- **Task directions**: Please copy every line of the records below that holds the word "reads".

- **Records for this exercise**:

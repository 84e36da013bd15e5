/**
 * The app's one origin check: a state-changing request (anything but GET, HEAD, OPTIONS) that could
 * act for someone is refused with 403 unless the browser says it came from our own pages, before any
 * other step reads or writes. The rule itself is `sameSiteRequest` (src/lib/origin-rule.ts).
 * better-auth checks /api/auth/ itself (Origin, else Referer, against PUBLIC_ORIGIN). Astro's own
 * check is off (see astro.config.mjs).
 */
import { defineMiddleware } from 'astro:middleware';
import { sameSiteRequest } from '@/lib/origin-rule';
import { publicOrigin } from '@/server/config';
import { errorResponse } from '@/server/http';

const SAFE = new Set(['GET', 'HEAD', 'OPTIONS']);
/**
 * The monthly letter's one-click unsubscribe (RFC 8058) is POSTed by mail programs, which may send
 * their own Origin. It reads no cookie — the signed token in the URL is its only authority — so a
 * request from another site can do nothing that the link's holder could not do anyway.
 */
const TOKEN_ONLY = '/api/letters/unsubscribe';

export const originCheck = defineMiddleware((ctx, next) => {
  const { request, url } = ctx;
  if (SAFE.has(request.method) || url.pathname.startsWith('/api/auth/') || url.pathname === TOKEN_ONLY) return next();
  const h = request.headers;
  const ok = sameSiteRequest({ origin: h.get('origin'), fetchSite: h.get('sec-fetch-site'), hasCookie: h.has('cookie') }, publicOrigin());
  if (!ok) {
    return url.pathname.startsWith('/api/')
      ? errorResponse(403, 'bad_origin', 'This request did not come from Selfsown\'s own pages and was refused. Send it from the app (with its Origin header).')
      : new Response('Cross-site form submissions are refused.', { status: 403, headers: { 'content-type': 'text/plain; charset=utf-8' } });
  }
  return next();
});
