/**
 * The app's one origin check: a state-changing request (anything but GET, HEAD, OPTIONS) sent from
 * another site is refused with 403 before any other step reads or writes. Browsers name the page
 * that sent a request (Origin, Sec-Fetch-Site); it must be PUBLIC_ORIGIN. better-auth checks
 * /api/auth/ itself. Astro's own check is off (see astro.config.mjs).
 */
import { defineMiddleware } from 'astro:middleware';
import { publicOrigin } from '@/server/config';
import { errorResponse } from '@/server/http';

const SAFE = new Set(['GET', 'HEAD', 'OPTIONS']);
/**
 * The monthly letter's one-click unsubscribe (RFC 8058) is POSTed by mail programs, which may send
 * their own Origin. It reads no cookie — the signed token in the URL is its only authority — so a
 * request from another site can do nothing that the link's holder could not do anyway.
 */
const TOKEN_ONLY = '/api/letters/unsubscribe';

export const originCheck = defineMiddleware((ctx, next) => {
  const { request, url } = ctx;
  if (SAFE.has(request.method) || url.pathname.startsWith('/api/auth/') || url.pathname === TOKEN_ONLY) return next();
  const origin = request.headers.get('origin');
  const site = request.headers.get('sec-fetch-site');
  if ((origin && origin !== publicOrigin()) || site === 'cross-site') {
    return url.pathname.startsWith('/api/')
      ? errorResponse(403, 'bad_origin', 'This request came from another site and was refused.')
      : new Response('Cross-site form submissions are refused.', { status: 403, headers: { 'content-type': 'text/plain; charset=utf-8' } });
  }
  return next();
});
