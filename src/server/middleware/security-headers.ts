/**
 * The headers every answer carries: no MIME sniffing, not framed by other sites, no full referrers
 * sent out. The outermost step, so that the answers of the other steps (a refused cross-site
 * request, the redirect to sign-in) carry them too.
 */
import { defineMiddleware } from 'astro:middleware';

export const securityHeaders = defineMiddleware(async (_ctx, next) => withSecurityHeaders(await next()));

/** Adds each header the response does not set itself. */
export function withSecurityHeaders(response: Response): Response {
  const set = (name: string, value: string) => {
    if (!response.headers.has(name)) response.headers.set(name, value);
  };
  try {
    set('X-Content-Type-Options', 'nosniff');
    set('X-Frame-Options', 'SAMEORIGIN');
    set('Content-Security-Policy', "frame-ancestors 'self'");
    set('Referrer-Policy', 'strict-origin-when-cross-origin');
  } catch {
    // Some responses (e.g. a fetched Response passed through) have immutable headers: leave them.
  }
  return response;
}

- **Problem solution**:
 * other step reads or writes. The rule itself is `sameSiteRequest` (src/lib/origin-rule.ts).
 * their own Origin. It reads no cookie — the signed token in the URL is its only authority — so a
 * another site is refused with 403 before any other step reads or writes. Browsers name the page
 * their own Origin. It reads no cookie — the signed token in the URL is its only authority — so a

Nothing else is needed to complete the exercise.